Вот этот быт старой российской провинции, населенной евреями, который мы знали до сих пор по книгам Шолом-Алейхема, быт, с такой остротой воспринятый защитниками обездоленного еврейства — Толстым, Горьким, Короленко, мы, не видавшие этого Витебска. Житомира, Жмеринки, способны увидеть их сегодня у Шагала. Взглянешь на шагаловские полотна — и разом встанет печально известная «черта оседлости», тот особый быт, которым жили эти места до той поры, пока сюда не пробился октябрьский ветер, — для понимания того, что есть Шагал и его искусство, это важно.
Тот, кто знает французскую столицу, очевидно, приметил книжные ряды по берегу Сены, чем-то напоминающие знаменитые «развалы» у Китайгородской стены в начале века. Деревянные лари, увенчанные тентами, брезентовыми и фанерными, протянулись вдоль каменного борта, оградившего возвышенный берег Сены от реки. Линия книжных ларьков кажется нескончаемой, и в предвечерние часы, когда завзятые книжники со всех концов Парижа устремляются к берегу Сены, книжные ряды напоминают ярмарку. У Смелкова были свои дни и, пожалуй, часы посещения книжного базара. От улицы Гренель до набережной Сены ходьбы минут двадцать пять, то есть ровно столько, сколько необходимо, чтобы начать разговор на тему, которая заметно нас увлекает.

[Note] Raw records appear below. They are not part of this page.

"""Parts of the sheet that work something out: hashes, decays, labels, what is told in full."""

from __future__ import annotations

import hashlib
from dataclasses import replace
from pathlib import Path

import numpy as np
import pytest

from fieldkit.errors import InputError
from fieldkit.job.schema import load_job
from fieldkit.sheet.basis import basis_of
from fieldkit.sheet.beyond import DETAILED, detailed
from fieldkit.sheet.content import Table
from fieldkit.sheet.figure_spectra import envelope_of
from fieldkit.sheet.label_room import Box, Wish, places
from fieldkit.sheet.part_measured import recordings
from fieldkit.sheet.writing import check_target, usual_path
from tests.sheet import made_up
from tests.sheet.test_bundle import job_with


def test_inputs_are_hashed_and_an_edit_that_was_not_saved_is_said(tmp_path: Path):
    path = job_with(tmp_path, "tap.flac")
    job = load_job(path)
    stored = basis_of(job)
    assert stored.job.sha256 == hashlib.sha256(path.read_bytes()).hexdigest()
    assert [one.sha256 for one in stored.inputs[1:]] == [hashlib.sha256(b"tap.flac").hexdigest()]
    edited = basis_of(job, path.read_text(encoding="utf-8") + "# later\n")
    assert edited.job.sha256 != stored.job.sha256
    assert "not saved" in edited.job_date
    (tmp_path / "tap.flac").unlink()
    assert basis_of(job).inputs[1].sha256 == ""


def test_the_envelope_of_a_decay_is_the_line_that_its_damping_draws():
    """A second mode a tenth away does not bend it."""
    rate_hz, f, zeta = 2000.0, 40.0, 0.01
    time_s = np.arange(int(3 * rate_hz)) / rate_hz
    rate = 2 * np.pi * f * zeta
    samples = np.exp(-rate * time_s) * np.sin(2 * np.pi * f * time_s)
    samples += 0.7 * np.exp(-1.4 * rate * time_s) * np.sin(2 * np.pi * 1.1 * f * time_s)
    at_s, envelope = envelope_of(samples, rate_hz, f, 0.3 * 0.1 * f, rate)
    inside = at_s < 1.2
    expected = np.exp(-rate * at_s[inside])
    np.testing.assert_allclose(envelope[inside], expected, rtol=0.02)


def test_labels_keep_off_the_line_each_other_and_the_edge():
    line = np.column_stack([np.linspace(20, 380, 200), np.full(200, 60.0)])
    across = np.array([0.0, 1.0])
    wishes = [
        Wish("S1, 0 m", np.array([x, 60.0]), across, off) for x in (20, 60, 75, 90, 380)
        for off in (15.0, -15.0)
    ]  # fmt: skip
    page = Box(0, 400, 0, 120)
    found = places(wishes, line, 4.0, page)
    boxes = []
    for wish, place in zip(wishes, found, strict=True):
        x, y = wish.at + place.offset
        width = 4.6 * len(wish.text)
        left = x - {"left": 0, "center": width / 2, "right": width}[place.side]
        boxes.append(Box(left, left + width, y - 5, y + 5))
    for i, box in enumerate(boxes):
        assert page.holds(box)
        assert not Box(20, 380, 56, 64).meets(box)
        assert not any(box.meets(other) for other in boxes[:i])


def test_the_first_change_and_the_best_of_other_kinds_are_told_in_full():
    fixes = made_up.work().detuning.fixes
    ranked = [
        replace(fixes[0], rank=rank, kind=kind)
        for rank, kind in enumerate(["move", "move", "move", "support", "mass", "move"], start=1)
    ]
    assert [fix.rank for fix in detailed(ranked)] == [1, 4, 5]
    assert [fix.rank for fix in detailed(ranked[:3])] == [1, 2, 3]
    assert len(detailed(ranked)) == DETAILED
    assert detailed([]) == []


def test_the_sensitivity_stands_as_used_and_as_the_job_file_says(tmp_path: Path):
    path = job_with(tmp_path, "tap.flac")
    path.write_text(
        path.read_text(encoding="utf-8") + 'sensitivity = "100 mV/g"\nfull_scale = "1 V"\n',
        encoding="utf-8",
    )
    job = load_job(path)
    work = replace(made_up.work(), job=job, taps=(), running=())
    part = recordings(made_up.Results(work, basis_of(job)))
    cells = [c for b in part.blocks if isinstance(b, Table) for row in b.rows for c in row]
    assert "98.07 m/s^2 per unit of sample (100 mV/g, full scale 1 V)" in cells


@pytest.mark.parametrize("name", ["sheet.pdf", "job.toml", "sheet"])
def test_only_html_and_markdown_are_written(name: str, tmp_path: Path):
    with pytest.raises(InputError, match=r"\.html or \.md"):
        check_target(tmp_path / name)


def test_the_usual_place_is_beside_the_job():
    assert usual_path(made_up.job()) == Path("/plant/glycol/job-sheet.html")
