"""The page: everything of the sheet is in it, nothing is fetched, no text is markup."""

from __future__ import annotations

import re
from dataclasses import replace
from html.parser import HTMLParser
from xml.etree import ElementTree

import pytest

from fieldkit.sheet.content import Figure
from fieldkit.sheet.html import MARK, html
from fieldkit.sheet.plain import clean
from fieldkit.workup import Workup
from tests.sheet import made_up


class Read(HTMLParser):
    """What a browser would make of a page: elements with attributes, and text."""

    def __init__(self, page: str) -> None:
        super().__init__(convert_charrefs=True)
        self.elements: list[tuple[str, dict[str, str | None]]] = []
        self.text: list[str] = []
        self.feed(page)
        self.close()

    def handle_starttag(self, tag: str, attrs: list[tuple[str, str | None]]) -> None:
        self.elements.append((tag, dict(attrs)))

    def handle_data(self, data: str) -> None:
        self.text.append(data)

    @property
    def tags(self) -> set[str]:
        return {tag for tag, _ in self.elements}


def figures(work: Workup) -> list[Figure]:
    blocks = [block for part in made_up.document(work).sections for block in part.blocks]
    return [block for block in blocks if isinstance(block, Figure)]


def test_every_text_of_the_sheet_is_in_the_page():
    sheet = made_up.document()
    shown = " ".join(" ".join(Read(html(sheet)).text).split())
    for text in made_up.texts(sheet):
        assert " ".join(text.split()) in shown


def test_the_same_sheet_gives_the_same_page_twice():
    assert html(made_up.document()) == html(made_up.document())


def test_nothing_is_fetched_and_nothing_runs():
    read = Read(html(made_up.document()))
    assert "script" not in read.tags
    for _, attributes in read.elements:
        assert not any(name.startswith("on") for name in attributes)
        for name in ("src", "href", "xlink:href", "action", "data", "srcset"):
            value = attributes.get(name) or ""
            assert value.startswith(("#", "data:")) or not value
    page = html(made_up.document())
    assert "@import" not in page
    assert not re.search(r"url\((?!#|'#|\"#)", page)


@pytest.mark.parametrize("kind", ["hostile", "harmless"])
def test_a_hostile_job_adds_no_element_and_no_control_character(kind):
    """The set of elements and attributes is that of a harmless job."""
    work = made_up.hostile() if kind == "hostile" else made_up.work()
    page = html(made_up.document(work))
    harmless = Read(html(made_up.document()))
    read = Read(page)
    assert read.tags <= harmless.tags
    known = {name for _, attributes in harmless.elements for name in attributes}
    assert {name for _, attributes in read.elements for name in attributes} <= known
    assert not [c for c in page if not c.isprintable() and c != "\n"]


def test_a_hostile_title_reads_as_it_was_written():
    read = Read(html(made_up.document(made_up.hostile())))
    assert clean(made_up.HOSTILE) in read.text


def test_figures_are_well_formed_and_hold_hostile_names_as_text():
    drawn = figures(made_up.hostile())
    assert len(drawn) >= 4
    allowed = {"svg", "g", "path", "defs", "use", "text", "tspan", "clipPath", "rect", "style"}
    said = ""
    for figure in drawn:
        root = ElementTree.fromstring(figure.svg)
        assert {element.tag.rpartition("}")[2] for element in root.iter()} <= allowed
        said += "".join(root.itertext())
    assert "<script>alert(1)</script>" in said
    assert "$\\frac{1}{0}$" in said
    assert "#010101" in said


def test_figures_take_their_colours_from_the_page_and_have_ids_of_their_own():
    drawn = figures(made_up.work())
    ids = [set(re.findall(r'id="([^"]+)"', figure.svg)) for figure in drawn]
    assert sum(map(len, ids)) == len(set().union(*ids))
    for figure in drawn:
        styles = "; ".join(re.findall(r'style="([^"]*)"', figure.svg))
        colours = re.findall(r"(?:fill|stroke): ([^;]+)", styles)
        assert {c.split("(")[0] for c in colours} <= {"var", "none", "url"}


def test_missing_parts_say_in_a_sentence_what_to_do():
    bare = Workup(made_up.job(recordings=(), measured=()), (), made_up.work().evidence, (), None,
                  None)  # fmt: skip
    sheet = made_up.document(replace(bare, evidence=replace(bare.evidence, modes=())))
    assert [part.title for part in sheet.sections if not part.blocks] == []
    said = " ".join(made_up.texts(sheet))
    for sentence in ("No recording belongs to this job", "No tap recording was read",
                     "No running recording was read", "Nothing was matched"):  # fmt: skip
        assert sentence in said


def test_the_mark_of_a_sheet_stands_in_its_first_lines():
    assert MARK in html(made_up.document())[:400]


def test_simulated_recordings_are_marked_on_top_and_in_their_table():
    work = replace(made_up.work(), simulated=("tap-1.flac",))
    sheet = made_up.document(work)
    assert sheet.notices[0].startswith("SIMULATED")
    assert "tap-1.flac (SIMULATED)" in made_up.texts(sheet)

— Можно, конечно, взглянуть на Шагала как на своеобразного барда витебской стороны и этим объяснить все, — произношу я, когда мы оказываемся над рекой — мы пойдем как бы против ее течения. — Но попробуй понять художника, на картинах которого люди ходят вверх головами, скрипач пиликает свою мелодию, восседая па крыше, а рыба парит над городом, распластав крылья. Как понять и какое объяснение дать?
Мой спутник молчит.
— Еще во время шагаловской юности Луначарский назвал это некоей детскостью шагаловского искусства, наивной… — замечаю я. понимая, что объяснение это, пожалуй, не совсем достаточно,
— Не знаю, не знаю... — откликается Смелков. — Почему детское восприятие должно рисовать человека ходящим вверх ногами? Согласитесь, что железная логика детям подчас свойственна даже в большей мере, чем взрослым. Тут иное...
— Однако что? — настаиваю я. Мой друг смотрит сейчас на кораблик, непросторная палуба которого полна пассажиров — по всему, нормандские крестьяне, сделав покупки, возвращаются в свой Гавр. — Что?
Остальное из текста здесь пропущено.